Age 1 Tier List

All cards in Innovation serve some purpose. Some, however, are more powerful in more situations, and others are less powerful in fewer situations.

This ranking attempts to categorize every base Innovation card into four “tiers”. Although every game is unique, and different cards are more important at different times, this ranking considers each card’s average utility in the average 2-player base game. It asks, “How often do I prefer to draw this card, as opposed to my opponent, and how important is that to me?” Sometimes, the most important card for you to draw is Feudalism. Usually, it’s something else.

Top Tier: These are cards to actively seek out because they can form the backbone of your tableau. They are real gamechangers, and almost always either very helpful to you, or very important to deny to your opponent. If the icons permit it, you’d like to use these dogmas as much as you can.

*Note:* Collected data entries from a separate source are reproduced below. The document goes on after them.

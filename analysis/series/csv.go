package series

import (
	"bufio"
	"bytes"
	"encoding/csv"
	"errors"
	"io"
)

// ReadCSV reads a table of delimited text: a header row naming the
// columns, then one row per observation. The delimiter (comma,
// semicolon or tab) is the one that occurs most often in the header
// line; a UTF-8 byte-order mark and CRLF line ends are accepted.
//
// The date column is the first one named date, period or time (any
// case), else the first column if it is unnamed or its first value is a
// quarterly, monthly or daily date; without one the data are Undated
// and numbered 1…n. All dates must be of one form and strictly
// increasing; annual, quarterly and monthly dates must also be
// consecutive (daily dates may skip days).
//
// Calendar dates (1974-01-01) are read as annual, quarterly or monthly
// periods when they date one period each on one rule: every date the
// first day of its year, quarter or month (1974-01-01, 1974-04-01, …),
// every date the last day (1974-03-31, 1974-06-30, …), or every date
// the same day inside its period; and at least two of them in
// consecutive periods. The coarsest such frequency is chosen; then, as
// for dates written as periods, no period may be skipped. Otherwise
// they stay days. Frame.FreqBasis says which rule decided.
//
// Values are plain decimal numbers; an empty cell, NA, . or NaN (any
// case) is a missing value, kept as NaN. Infinite or overflowing
// values, text, and rows with the wrong number of fields are errors.
// Every error is a *DataError naming source, line and column.
//
// The rows are streamed: memory grows with the columns only.
func ReadCSV(r io.Reader, source string) (*Frame, error) {
	return ReadCSVAs(r, source, Undated)
}

// ReadCSVAs is ReadCSV with the frequency declared by the caller
// instead of inferred (Undated: infer it). Calendar dates are then read
// as the periods of freq that contain them, whatever day of the period
// they name, each period with one date and none skipped; dates written
// as periods must have the declared frequency.
func ReadCSVAs(r io.Reader, source string, freq Freq) (*Frame, error) {
	t := newTable(source, freq)
	br := bufio.NewReaderSize(r, 64<<10)
	if b, err := br.Peek(3); err == nil && bytes.Equal(b, []byte("\xEF\xBB\xBF")) {
		br.Discard(3)
	}
	head, err := br.Peek(br.Size())
	if err != nil && err != io.EOF && err != bufio.ErrBufferFull {
		return nil, t.errf(0, "", "%v", err)
	}
	cr := csv.NewReader(br)
	cr.Comma = detectDelimiter(head)
	cr.FieldsPerRecord = -1
	cr.ReuseRecord = true

	header, err := cr.Read()
	if err == io.EOF {
		return nil, t.errf(0, "", "empty file: expected a header row naming the columns")
	}
	if err != nil {
		return nil, csvError(t, err)
	}
	line, _ := cr.FieldPos(0)
	if err := t.setHeader(header, line); err != nil {
		return nil, err
	}
	for {
		rec, err := cr.Read()
		if err == io.EOF {
			break
		}
		if err != nil {
			return nil, csvError(t, err)
		}
		line, _ := cr.FieldPos(0)
		if err := t.addRow(rec, line); err != nil {
			return nil, err
		}
	}
	return t.finish()
}

// detectDelimiter counts commas, semicolons and tabs outside quotes in
// the first line of head and returns the most frequent (comma on ties
// or when there is none).
func detectDelimiter(head []byte) rune {
	var comma, semi, tab int
	quoted := false
	for _, c := range head {
		if c == '"' {
			quoted = !quoted
			continue
		}
		if quoted {
			continue
		}
		if c == '\n' || c == '\r' {
			break
		}
		switch c {
		case ',':
			comma++
		case ';':
			semi++
		case '\t':
			tab++
		}
	}
	switch {
	case semi > comma && semi >= tab:
		return ';'
	case tab > comma && tab > semi:
		return '\t'
	}
	return ','
}

// csvError turns an error of encoding/csv into a *DataError.
func csvError(t *table, err error) error {
	var pe *csv.ParseError
	if errors.As(err, &pe) {
		if pe.Line != pe.StartLine {
			return t.errf(pe.StartLine, "", "malformed row (the problem is on line %d): %v", pe.Line, pe.Err)
		}
		return t.errf(pe.Line, "", "malformed row: %v", pe.Err)
	}
	return t.errf(0, "", "reading: %v", err)
}
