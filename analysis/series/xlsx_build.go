package series

import (
	"math"
	"time"
)

// buildSheet applies the table rules to the rows of a sheet.
func buildSheet(source, sheet string, rows []xrow, wb *workbook) (*Frame, error) {
	t := newTable(source)
	if len(rows) == 0 {
		return nil, t.errf(0, "", "sheet %q is empty: expected a header row naming the columns", sheet)
	}
	head := rows[0]
	names := make([]string, len(head.cells))
	for j, c := range head.cells {
		names[j] = c.text
	}
	if err := t.setHeader(names, head.n); err != nil {
		return nil, err
	}
	data := rows[1:]
	if len(data) == 0 {
		return nil, t.errf(0, "", "sheet %q: no data rows below the header", sheet)
	}
	width := len(names)
	for _, r := range data {
		for j := width; j < len(r.cells); j++ {
			if r.cells[j].text != "" {
				return nil, t.errf(r.n, "", "cell %s%d has a value but its column has no header", colName(j), r.n)
			}
		}
	}
	// the date column, judged on the first row as ReadCSV does
	first := make([]string, width)
	for j := range first {
		if j < len(data[0].cells) {
			first[j] = displayText(data[0].cells[j], wb.date1904)
		}
	}
	dateCol := chooseDateColumn(t.header, first)
	dates := make([]string, len(data))
	if dateCol >= 0 {
		serial := true
		days := make([]time.Time, len(data))
		for i, r := range data {
			var c xcell
			if dateCol < len(r.cells) {
				c = r.cells[dateCol]
			}
			day, ok := cellDay(c, wb.date1904)
			if ok {
				days[i] = day
				dates[i] = day.Format("2006-01-02")
			} else {
				serial = false
				dates[i] = c.text
			}
		}
		if serial {
			coarsen(days, dates)
		}
	}
	fields := make([]string, width)
	for i, r := range data {
		for j := range fields {
			fields[j] = ""
			if j < len(r.cells) {
				fields[j] = r.cells[j].text
			}
		}
		if dateCol >= 0 {
			fields[dateCol] = dates[i]
		}
		if err := t.addRow(fields, r.n); err != nil {
			return nil, err
		}
	}
	f, err := t.finish()
	if err != nil {
		return nil, err
	}
	f.Sheet = sheet
	return f, nil
}

// displayText is the cell as a date text if it is a date number.
func displayText(c xcell, date1904 bool) string {
	if c.isDate {
		if d, ok := serialDay(c.num, date1904); ok {
			return d.Format("2006-01-02")
		}
	}
	return c.text
}

// cellDay reads a date-column cell as a spreadsheet date number: one
// shown as a date, or a whole number of at least five digits (a
// four-digit number is a year).
func cellDay(c xcell, date1904 bool) (time.Time, bool) {
	if !c.isNum {
		return time.Time{}, false
	}
	if !c.isDate && (c.num != math.Trunc(c.num) || c.num < 10000) {
		return time.Time{}, false
	}
	return serialDay(c.num, date1904)
}

// coarsen rewrites the date texts at a coarser frequency when the days
// follow one convention: every day the first (or every day the last)
// of a year, of a quarter or of a month. One date alone stays a day.
func coarsen(days []time.Time, dates []string) {
	if len(days) < 2 {
		return
	}
	for _, f := range []Freq{Annual, Quarterly, Monthly} {
		for _, end := range []bool{false, true} {
			if allAt(days, f, end) {
				for i, d := range days {
					m := int(d.Month())
					sub := 1
					switch f {
					case Quarterly:
						sub = (m-1)/3 + 1
					case Monthly:
						sub = m
					}
					dates[i] = Date{Freq: f, Year: d.Year(), Sub: sub}.String()
				}
				return
			}
		}
	}
}

// allAt reports whether every day starts (or, with end, ends) a period
// of frequency f.
func allAt(days []time.Time, f Freq, end bool) bool {
	step := 12 / f.PerYear()
	for _, d := range days {
		m := int(d.Month())
		if end {
			if (m%step) != 0 || d.AddDate(0, 0, 1).Day() != 1 {
				return false
			}
		} else if (m-1)%step != 0 || d.Day() != 1 {
			return false
		}
	}
	return true
}
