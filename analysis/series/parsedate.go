package series

import (
	"fmt"
	"time"
)

// dateForms lists the accepted date forms for error messages.
const dateForms = "1990, 1990Q1, 1990-Q1, 1990-01, 1990M01 or 1990-01-31"

// ParseDate reads a date in one of the accepted forms and detects its
// frequency from the form:
//
//	annual     1990
//	quarterly  1990Q1, 1990q1, 1990-Q1
//	monthly    1990-01, 1990M01, 1990m1
//	daily      1990-01-31 (ISO 8601 calendar date)
//
// Years have four digits, 1000–9999. Surrounding spaces are ignored.
func ParseDate(s string) (Date, error) {
	d, ok := parseDate(s)
	if !ok {
		return Date{}, fmt.Errorf("invalid date %q: expected a form such as %s", clip(s, 40), dateForms)
	}
	return d, nil
}

// DetectFreq finds the common frequency of a list of date texts. It
// returns the frequency, or the index of the first entry that is not a
// date or whose frequency differs from the first entry's, with an error.
func DetectFreq(dates []string) (Freq, int, error) {
	if len(dates) == 0 {
		return Undated, -1, fmt.Errorf("no dates")
	}
	var f Freq
	for i, s := range dates {
		d, err := ParseDate(s)
		if err != nil {
			return Undated, i, err
		}
		if i == 0 {
			f = d.Freq
		} else if d.Freq != f {
			return Undated, i, fmt.Errorf("date %q is %s but %q is %s", clip(s, 40), d.Freq, clip(dates[0], 40), f)
		}
	}
	return f, -1, nil
}

// parseDate is ParseDate without the error value; it does not allocate.
func parseDate(s string) (Date, bool) {
	s = trimSpace(s)
	if len(s) < 4 {
		return Date{}, false
	}
	year, ok := digits(s[:4])
	if !ok || year < 1000 { // four digits, as Date.String writes them
		return Date{}, false
	}
	rest := s[4:]
	if rest == "" {
		return Date{Freq: Annual, Year: year, Sub: 1}, true
	}
	dash := rest[0] == '-'
	if dash {
		rest = rest[1:]
	}
	if rest == "" {
		return Date{}, false
	}
	switch rest[0] {
	case 'Q', 'q':
		q, ok := digits(rest[1:])
		if !ok || len(rest) != 2 || q < 1 || q > 4 {
			return Date{}, false
		}
		return Date{Freq: Quarterly, Year: year, Sub: q}, true
	case 'M', 'm':
		if dash {
			return Date{}, false
		}
		m, ok := digits(rest[1:])
		if !ok || len(rest) > 3 || m < 1 || m > 12 {
			return Date{}, false
		}
		return Date{Freq: Monthly, Year: year, Sub: m}, true
	}
	if !dash {
		return Date{}, false
	}
	if len(rest) == 2 { // 1990-01
		m, ok := digits(rest)
		if !ok || m < 1 || m > 12 {
			return Date{}, false
		}
		return Date{Freq: Monthly, Year: year, Sub: m}, true
	}
	if len(rest) != 5 || rest[2] != '-' { // 1990-01-31
		return Date{}, false
	}
	m, ok1 := digits(rest[:2])
	day, ok2 := digits(rest[3:])
	if !ok1 || !ok2 || m < 1 || m > 12 || day < 1 {
		return Date{}, false
	}
	t := time.Date(year, time.Month(m), day, 0, 0, 0, 0, time.UTC)
	if t.Day() != day || int(t.Month()) != m {
		return Date{}, false // 1990-02-30
	}
	return DailyDate(t), true
}

// digits parses a non-empty string of ASCII digits (at most 9).
func digits(s string) (int, bool) {
	if s == "" || len(s) > 9 {
		return 0, false
	}
	n := 0
	for i := 0; i < len(s); i++ {
		c := s[i]
		if c < '0' || c > '9' {
			return 0, false
		}
		n = n*10 + int(c-'0')
	}
	return n, true
}

// trimSpace removes ASCII spaces and tabs at both ends without allocating.
func trimSpace(s string) string {
	i, j := 0, len(s)
	for i < j && (s[i] == ' ' || s[i] == '\t') {
		i++
	}
	for j > i && (s[j-1] == ' ' || s[j-1] == '\t') {
		j--
	}
	return s[i:j]
}

// clip shortens s to at most n bytes for an error message.
func clip(s string, n int) string {
	if len(s) <= n {
		return s
	}
	for n > 0 && s[n]&0xC0 == 0x80 { // do not cut a UTF-8 sequence
		n--
	}
	return s[:n] + "…"
}
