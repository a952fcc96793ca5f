package series

import (
	"math"
	"time"
)

// Cell is one spreadsheet cell as a workbook reader extracted it. Only
// the reader knows the file format; FromCells applies the rules.
type Cell struct {
	// Text is the cell's text, or a number as written in the file; ""
	// for an empty cell. An error cell #N/A should be passed as "NA".
	Text string
	// Number is the value of a number cell; IsNumber says it is one.
	Number   float64
	IsNumber bool
	// Day is the calendar day of Number read as a spreadsheet date
	// serial in the workbook's date system (time of day dropped), or
	// the zero time when the number is no valid serial.
	Day time.Time
	// DateFormat is set when the cell's number format shows a date.
	DateFormat bool
}

// CellRow is one non-empty row of a sheet and its 1-based row number.
type CellRow struct {
	Line  int
	Cells []Cell
}

// FromCells builds a Frame from the non-empty rows of one spreadsheet
// sheet with the rules of ReadCSV: rows[0] is the header, each further
// row an observation; Frame.Lines and DataError.Line are the rows'
// Line numbers and Frame.Sheet is sheet. A value beyond the header's
// last column is an error; a row shorter than the header is padded
// with empty (missing) cells.
//
// The date column is chosen as ReadCSV chooses it, a date-formatted
// first cell counting as its date. Its cells may be text in any form
// ParseDate accepts, or date serials: numbers whose format shows a
// date, and whole numbers of five or more digits (a four-digit number
// is a year). Serials are calendar dates: as in ReadCSV, they become
// annual, quarterly or monthly periods when they date one period each
// on one rule.
func FromCells(source, sheet string, rows []CellRow) (*Frame, error) {
	return FromCellsAs(source, sheet, rows, Undated)
}

// FromCellsAs is FromCells with the frequency declared by the caller
// (see ReadCSVAs); Undated infers it.
func FromCellsAs(source, sheet string, rows []CellRow, freq Freq) (*Frame, error) {
	t := newTable(source, freq)
	if len(rows) == 0 {
		return nil, t.errf(0, "", "sheet %q is empty: expected a header row naming the columns", sheet)
	}
	head := rows[0]
	names := make([]string, len(head.Cells))
	for j, c := range head.Cells {
		names[j] = c.Text
	}
	if err := t.setHeader(names, head.Line); err != nil {
		return nil, err
	}
	data := rows[1:]
	if len(data) == 0 {
		return nil, t.errf(0, "", "sheet %q: no data rows below the header", sheet)
	}
	width := len(names)
	for _, r := range data {
		for j := width; j < len(r.Cells); j++ {
			if r.Cells[j].Text != "" {
				return nil, t.errf(r.Line, "", "cell %s%d has a value but its column has no header", colName(j), r.Line)
			}
		}
	}
	// the date column, judged on the first row as ReadCSV does
	first := make([]string, width)
	for j := range first {
		if j < len(data[0].Cells) {
			first[j] = displayText(data[0].Cells[j])
		}
	}
	dateCol := chooseDateColumn(t.header, first)
	dates := make([]string, len(data))
	if dateCol >= 0 {
		for i, r := range data {
			var c Cell
			if dateCol < len(r.Cells) {
				c = r.Cells[dateCol]
			}
			if serialDate(c) {
				dates[i] = c.Day.Format("2006-01-02")
			} else {
				dates[i] = c.Text
			}
		}
	}
	fields := make([]string, width)
	for i, r := range data {
		for j := range fields {
			fields[j] = ""
			if j < len(r.Cells) {
				fields[j] = r.Cells[j].Text
			}
		}
		if dateCol >= 0 {
			fields[dateCol] = dates[i]
		}
		if err := t.addRow(fields, r.Line); err != nil {
			return nil, err
		}
	}
	f, err := t.finish()
	if err != nil {
		return nil, err
	}
	f.Sheet = sheet
	return f, nil
}

// displayText is the cell as a date text if it is a date-formatted
// serial, else its text.
func displayText(c Cell) string {
	if c.IsNumber && c.DateFormat && !c.Day.IsZero() {
		return c.Day.Format("2006-01-02")
	}
	return c.Text
}

// serialDate reports whether a date-column cell is read as a date
// serial: a valid one that is shown as a date, or a whole number of at
// least five digits.
func serialDate(c Cell) bool {
	if !c.IsNumber || c.Day.IsZero() {
		return false
	}
	return c.DateFormat || (c.Number == math.Trunc(c.Number) && c.Number >= 10000)
}

// colName writes a 0-based column index as spreadsheet letters:
// 0 → A, 27 → AB.
func colName(col int) string {
	s := ""
	for col++; col > 0; col = (col - 1) / 26 {
		s = string(rune('A'+(col-1)%26)) + s
	}
	return s
}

High Tier: These are cards that you are quite happy to draw. They might be a bit more specialized than “top tier” cards, or they might lose their value faster, but they are still important and you would much rather see them on your board instead of your opponent’s. Their dogmas are likely almost always preferable to the basic actions (e.g., drawing), often because they are strictly superior.

Mid Tier: These are solid cards that are OK to meld onto your board, but not part of a long-term plan. Their dogmas aren’t especially powerful, but still better than the basic actions. Mostly they are vehicles to more powerful cards.

Low Tier: These cards are rarely, if ever, useful. Their icons are probably their most redeeming factor, as their dogmas are either extremely specialized or all-around weak, barely better (or sometimes even worse!) than the basic actions. They are the first ones to be returned, and you are probably happy to meld this onto your opponent’s board instead of yours.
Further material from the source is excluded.